# British Duchess



## Fairfield (Apr 26, 2004)

A bit of self-indulgence here.A piece of my artwork of this 1958 built BP tanker one of the largest at the time at 42000dwt.
She was scrapped in 1978 as PETROLA 25.


----------



## tanker (May 26, 2004)

Very good !!!!!!i ll submit some of my pieces of artwork but i must find them
in a my old trunk !!!!!! i am very happy that i am not only the fool of Merchant ships.


----------



## Fairfield (Apr 26, 2004)

tanker said:


> Very good !!!!!!i ll submit some of my pieces of artwork but i must find them
> in a my old trunk !!!!!! i am very happy that i am not only the fool of Merchant ships.

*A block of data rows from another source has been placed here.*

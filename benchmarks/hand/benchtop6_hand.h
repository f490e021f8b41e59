/*
 * Hand-written closed-form inverse kinematics of the demo arm examples/benchtop6.toml (a benchmark
 * yardstick for the generated solver; see benchtop6_hand.c for the method and the derivation).
 * C99, <math.h> only, no state.
 */
#ifndef BENCHTOP6_HAND_H
#define BENCHTOP6_HAND_H

#define BENCHTOP6_HAND_MAX 8

/* Every closed-form solution of a tool pose (row-major 4x4, mm), joint limits ignored: writes up to
 * 8 rows of 6 joint readings in degrees, each in (-180, 180], and returns their number (0 when the
 * pose is out of reach or holds a NaN or an infinity). */
int benchtop6_hand_inverse(const double pose[16], double q[BENCHTOP6_HAND_MAX][6]);

/* One solution with what ikgen's full call returns beside the readings (its labels' and measures'
 * definitions, docs/derivation.md and docs/solvers.md, computed here from this solver's own
 * quantities). */
typedef struct {
    double joints[6];         /* readings in degrees, each in (-180, 180] */
    double conditioning[3];   /* reach: |w_xy| / sqrt(1e5) mm; elbow: |sin| from full stretch; wrist: |sin(th5)| */
    signed char labels[3];    /* +1 / -1: reach forward / backward, elbow up / down, wrist bend positive / negative */
    int singular;             /* joint 1, 4 or 6 free, or the elbow's two roots coincide */
    int within_limits;        /* every reading within the joint limits of examples/benchtop6.toml */
} benchtop6_hand_solution;

/* The same solutions in the same order as benchtop6_hand_inverse, each with its labels, flags and
 * measures (built from benchtop6_hand.c with -DBENCHTOP6_HAND_FULL). */
int benchtop6_hand_inverse_full(const double pose[16], benchtop6_hand_solution q[BENCHTOP6_HAND_MAX]);

#endif /* BENCHTOP6_HAND_H */
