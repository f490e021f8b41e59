/*
 * Hand-written closed-form inverse kinematics of the demo arm examples/benchtop6.toml (a benchmark
 * yardstick for the generated solver; see benchtop6_hand.c for the method and the derivation).
 * C99, <math.h> only, no state.
 */
#ifndef BENCHTOP6_HAND_H
#define BENCHTOP6_HAND_H

#define BENCHTOP6_HAND_MAX 8

/* Every closed-form solution of a tool pose (row-major 4x4, mm), joint limits ignored: writes up to
 * 8 rows of 6 joint readings in degrees, each in (-180, 180], and returns their number (0 when the
 * pose is out of reach or holds a NaN or an infinity). */
int benchtop6_hand_inverse(const double pose[16], double q[BENCHTOP6_HAND_MAX][6]);

#endif /* BENCHTOP6_HAND_H */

Thank you for your kind words.It/s good being a fool for Merchant ships.Hope to see your artwork soon.


----------



## Alan Blair (Jun 29, 2005)

This is excellent Paul I like the way she sits in the water, looks as if she's moving -----well done-------------Alan


----------



## Fairfield (Apr 26, 2004)

Thank you indeed,Alan.Coming from you that is much appreciated.


----------



## WLH (May 15, 2005)

*Wlh*

Like the picture.....were you on board with Captain David Lyle ?, a most
interesting character..............WLH


----------



## thunderd (Apr 18, 2005)

Paul you call it self indulgence, I call it pride in your calling and a generous willingness to share things with other members. I'm no art critic but I can appreciate the effort, time and love that went into your picture. I am amazed at the talents on this site that are beginning to show once one person breaks the ice. I say thanks for sharing and keep 'em coming.


----------



## clarkie59 (Oct 28, 2007)

Alan Blair said:


> This is excellent Paul I like the way she sits in the water, looks as if she's moving -----well done-------------Alan


Moving, that was a miricle, when I sailed on her we spent an awful lot of time "Broken Down!"


----------



## David Williams (Sep 27, 2008)

*Bp tankers*



Fairfield said:


> A bit of self-indulgence here.A piece of my artwork of this 1958 built BP tanker one of the largest at the time at 42000dwt.
> She was scrapped in 1978 as PETROLA 25.


Hi Fairfield.
I sailed on her sister ship,the British Duke
in the mid fifties.
Dave Williams.


----------